Истопили баню. Увидев на груди у Пугачева знаки, Оболяев спросил, что это за знаки. Пугачев решил, что Пьянов открыл «Ереминой курице» историю о новоявленном Петре III и ответил, что это Царские знаки. Оболяев усомнился в существовании особых царских знаков, особенно на теле простого казака, он не мог представить себе, что к нему на умет занесло царя. Но Пугачев с жаром начал убеждать «Ёремину курицу» в своем царском достоинстве и довел уметчика до того, что тот начал извиняться и просить «царя не прогневаться на него за простое обхождение». Пугачев милостиво простил недогадливого Оболяева, просил до поры хранить тайну о «Петре III» и обходиться с ним как с простым казаком.
На умете Пугачев открылся и Григорию Закладнову, поручил ему с ездить в Яицкий городок, об’явить надежным людям, что скоро придет царь, избавит их от разорения казачьих старшин и поведет на Кубань.
А в Яицком городке ждали милостивого царя с нетерпением. Он один мог спасти от страшной участи. В конце апреля 1773 года в Оренбурге был получен окончательный приговор над взбунтовавшимися казаками. Приговор требовал: 16 человек наказать кнутом, вырвать им ноздри, выжечь знаки и послать на вечную каторгу в Сибирь, на Нерчинские заводы; 38 человек наказать кнутом, сослать с женами и детьми в Сибирь на поселение, 5 человек — «для смытия пролитой крови» — послать на военную службу без очереди; 25 человек наказать плетьми и распределить по армейским полкам и сибирским гарнизонам. Для покрытия убытков, понесенных во время мятежа атаманами, старшинами, воинскими чинами, взыскать соответствующую сумму «со всех бывших в мятежнической партии». Иначе говоря, все население Яицкого городка должно было ждать наказания. Казнь виновных была произведена на казачьем кругу и произвела на очевидцев гнетущее впечатление. Сто сорок четыре человека, мужчины и женщины, отправились в Сибирь. Раскладка штрафной суммы производилась по указанию старшин так, что вся тяжесть уплаты легла на бедных казаков.

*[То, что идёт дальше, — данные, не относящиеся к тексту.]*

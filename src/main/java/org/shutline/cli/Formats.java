package org.shutline.cli;

import picocli.CommandLine.Option;

/** The {@code --format} option of the commands that print a result: text or json, or also csv. */
final class Formats {
    private Formats() {}

    /** What a command prints. */
    enum Format { text, json, csv }

    /** {@code --format text|json}. */
    static final class TextJson {
        enum Choice { text, json }

        @Option(names = "--format", defaultValue = "text", description = "text or json (default: ${DEFAULT-VALUE})")
        private Choice format;

        Format format() {
            return Format.valueOf(format.name());
        }
    }

    /** {@code --format text|json|csv}. */
    static final class TextJsonCsv {
        @Option(names = "--format", defaultValue = "text", description = "text, json or csv (default: ${DEFAULT-VALUE})")
        private Format format;

        Format format() {
            return format;
        }
    }
}
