package org.shutline.cli;

import java.io.IOException;
import java.io.PrintWriter;
import java.nio.file.Path;
import java.time.LocalDateTime;
import java.util.EnumSet;
import java.util.List;
import java.util.Locale;
import java.util.Set;
import java.util.concurrent.Callable;
import org.shutline.analysis.Placement;
import org.shutline.analysis.PlanEvaluation;
import org.shutline.analysis.Zone;
import org.shutline.io.InputException;
import org.shutline.model.Caution;
import org.shutline.model.Progress;
import org.shutline.plan.PlanException;
import org.shutline.report.PageFormat;
import org.shutline.report.Paper;
import org.shutline.report.ReportBuilder;
import org.shutline.report.ReportView;
import org.shutline.trace.NetworkState;
import org.shutline.trace.ValveSegments;
import picocli.CommandLine.ArgGroup;
import org.shutline.app.AnalysisSettings;
import org.shutline.app.Workspace;
import picocli.CommandLine.Command;
import picocli.CommandLine.Mixin;
import picocli.CommandLine.Model.CommandSpec;
import picocli.CommandLine.Option;
import picocli.CommandLine.Spec;

/**
 * {@code shutline export NETWORK (--plan PLAN --step N | --at X,Y | --main ID) --out DIR
 * [--paper letter|tabloid|a4|a3] [--landscape|--portrait] [--dpi 150]
 * [--formats pdf,png,svg,gpkg,geojson,csv] [--prepared-by NAME] [--radius-m 100]}:
 * writes the maps, lists and result layers of a plan step or an incident through
 * {@link ReportBuilder} (see there for the files). The isolation circle of an incident
 * at a point defaults to 100 m, the initial isolation distance of the Emergency
 * Response Guidebook (2024), Guide 115 (natural gas). Exit 0 when written, 2 for bad
 * input, a bad option, an incident point refused by {@link Locations} (farther than
 * {@code --max-distance-m} from every active main), or an output path that is an input file.
 */
@Command(name = "export", mixinStandardHelpOptions = true,
    description = "Write maps (PDF, PNG, SVG), map book, valve and customer lists and result layers of a plan step or an incident.")
public final class ExportCommand implements Callable<Integer>, WriteGuard.Writes {

    static final class Where {
        @Option(names = "--plan", paramLabel = "PLAN", description = "a work plan (YAML); with --step")
        Path plan;

        @Option(names = "--at", paramLabel = "X,Y", split = ",", converter = Locations.FiniteNumber.class,
            description = "an incident at a point in the network CRS; placed on the nearest active main")
        double[] at;

        @Option(names = "--main", paramLabel = "ID", description = "an incident on a main")
        String main;
    }

    static final class Orientation {
        @Option(names = "--landscape", description = "landscape pages (default)")
        boolean landscape;

        @Option(names = "--portrait", description = "portrait pages")
        boolean portrait;
    }

    @Spec private CommandSpec spec;

    @Mixin private NetworkOptions input;

    @ArgGroup(exclusive = true, multiplicity = "1")
    private Where where;

    @Option(names = "--step", paramLabel = "N", description = "with --plan: the step to map")
    private Integer step;

    @Option(names = "--out", paramLabel = "DIR", required = true, description = "output folder")
    private Path out;

    @Option(names = "--paper", defaultValue = "letter", description = "letter, tabloid, a4 or a3 (default: ${DEFAULT-VALUE})")
    private String paper;

    @ArgGroup(exclusive = true)
    private Orientation orientation;

    @Option(names = "--dpi", defaultValue = "150", description = "PNG resolution (default: ${DEFAULT-VALUE})")
    private int dpi;

    @Option(names = "--formats", split = ",", paramLabel = "LIST", defaultValue = "pdf,png,svg,gpkg,geojson,csv",
        description = "any of pdf,png,svg,gpkg,geojson,csv (default: all)")
    private List<String> formats;

    @Option(names = "--prepared-by", paramLabel = "NAME", description = "name for the title block")
    private String preparedBy;

    @Option(names = "--radius-m", defaultValue = "100",
        description = "isolation circle radius in metres (default: ${DEFAULT-VALUE}, Emergency Response Guidebook 2024, Guide 115)")
    private double radiusM;

    @Mixin private NearestMainOptions near;
    @Mixin private SettingsOptions settings;
    @Mixin private PlanCheckOptions checks;
    @Mixin private ResponseOptions response;

    @Override
    public List<Path> outputs() {
        return ReportBuilder.targets(out);
    }

    @Override
    public Path outputFolder() {
        return out;
    }

    @Override
    public Integer call() {
        PrintWriter o = spec.commandLine().getOut();
        PrintWriter err = spec.commandLine().getErr();
        String bad = checkOptions();
        if (bad != null) return NetworkInput.badInput(err, bad);
        ReportBuilder.Options opts = options();
        ReportBuilder rb;
        try {
            AnalysisSettings s = response.apply(checks.apply("export", settings.settings()));
            if (where.plan != null) {
                PlanEvaluation.Result r = PlanCommand.evaluate(input, where.plan, s, Progress.NONE);
                if (step < 1 || step > r.steps().size()) {
                    return NetworkInput.badInput(err, "export: the plan has steps 1 to " + r.steps().size() + ", not " + step);
                }
                rb = ReportBuilder.of(ReportView.ofStep(r, step, s.isolation()), input.network, opts).withPlan(r, where.plan);
            } else {
                rb = ReportBuilder.of(incident(input.open(s), s), input.network, opts);
            }
        } catch (InputException | PlanException | IllegalArgumentException e) {
            return NetworkInput.badInput(err, e.getMessage());
        }
        try {
            List<Path> files = rb.write(OutputFolder.start(out, spec, err), Progress.NONE);
            for (Path f : files) o.println("wrote " + f);
            o.println(Caution.TEXT);
            o.flush();
            return 0;
        } catch (IOException e) {
            return NetworkInput.badInput(err, "export: " + e.getMessage());
        }
    }

    private String checkOptions() {
        if (where.plan != null && step == null) return "export: --plan needs --step N";
        if (where.plan == null && step != null) return "export: --step goes with --plan";
        if (where.at != null && where.at.length != 2) return "export: --at takes X,Y";
        if (Paper.parse(paper).isEmpty()) return "export: unknown paper '" + paper + "' (letter, tabloid, a4, a3)";
        if (dpi < 10 || dpi > 1200) return "export: --dpi must be 10 to 1200";
        try {
            OptionRange.RADIUS_M.check("export", radiusM);
        } catch (InputException e) {
            return e.getMessage();
        }
        for (String f : formats) {
            if (ReportBuilder.Format.parse(f).isEmpty()) return "export: unknown format '" + f + "' (pdf, png, svg, gpkg, geojson, csv)";
        }
        return null;
    }

    private ReportBuilder.Options options() {
        boolean landscape = orientation == null || !orientation.portrait;
        Set<ReportBuilder.Format> fs = EnumSet.noneOf(ReportBuilder.Format.class);
        for (String f : formats) fs.add(ReportBuilder.Format.parse(f).orElseThrow());
        return ReportBuilder.Options.defaults().withPage(new PageFormat(Paper.parse(paper).orElseThrow(), landscape))
                .withDpi(dpi).withFormats(fs).withPreparedBy(preparedBy).withMade(LocalDateTime.now().withSecond(0).withNano(0));
    }

    private ReportView incident(Workspace w, AnalysisSettings s) {
        NetworkState base = w.base();
        ValveSegments segs = w.segments();
        Placement pl = new Placement(segs);
        Locations.Located loc;
        try {
            loc = where.main != null ? Locations.main(pl, where.main) : Locations.at(pl, where.at, near.system, near.maxDistanceM);
        } catch (Locations.Refusal e) {
            throw new IllegalArgumentException("export: " + e.getMessage(), e);
        }
        Zone zone = loc.zone();
        // the same field order (crews' routes, doubtful valves first) and crews as `incident` with the same settings
        org.shutline.analysis.IncidentResponse.Result r = org.shutline.analysis.IncidentResponse.leak(segs, s.isolation(), zone,
                s.response());
        org.shutline.analysis.InstructionCheck.verify(segs, r.isolation(), "export " + loc.label());
        String subject = where.main != null ? "Incident on main " + where.main
                : String.format(Locale.ROOT, "Incident at %.1f, %.1f%s", where.at[0], where.at[1],
                    near.system == null ? "" : " (" + near.system + ")");
        double x = where.at == null ? Double.NaN : where.at[0];
        double y = where.at == null ? Double.NaN : where.at[1];
        return ReportView.ofIncident(base, r, subject, x, y, radiusM, org.shutline.analysis.GasOffExtent.DEFAULT_BUFFER_M);
    }

    private static int fail(PrintWriter err, String message) {
        return NetworkInput.badInput(err, message);
    }
}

По городку поползли слухи, что на Таловом умете появился государь. Выполняя поручение Пугачева, Закладное поехал в Яицкий городок и ввел нескольких казаков, в курс дела. Группа казаков, во главе с Караваевым, отправилась на оболяевский умет, желая увидеть «царя».
Пугачев, вошедший в роль, принял их с императорским достоинством. Казаки стали перед ним на колени, царь допустил их к руке. Потом они изложили все свои жалобы на старейшинские злоупотребления, на тяжесть военной службы, на принуждение к бритью бород. Казаки заверили Пугачева, что войско примет его с радостью.
— Ну, детушки мои, — воскликнул Пугачев, — соколы ясные, смотрите же, не покиньте вы меня; теперь у вас пеший сизый орел, подправьте сизому орлу крылья; сумею я вас нарядить и разрядить.
— Только не покинь ты нас, надежа-государь, — отвечали казаки кланяясь, — а мы с яицким войском все, что вы не прикажете и не потребуете, сделаем.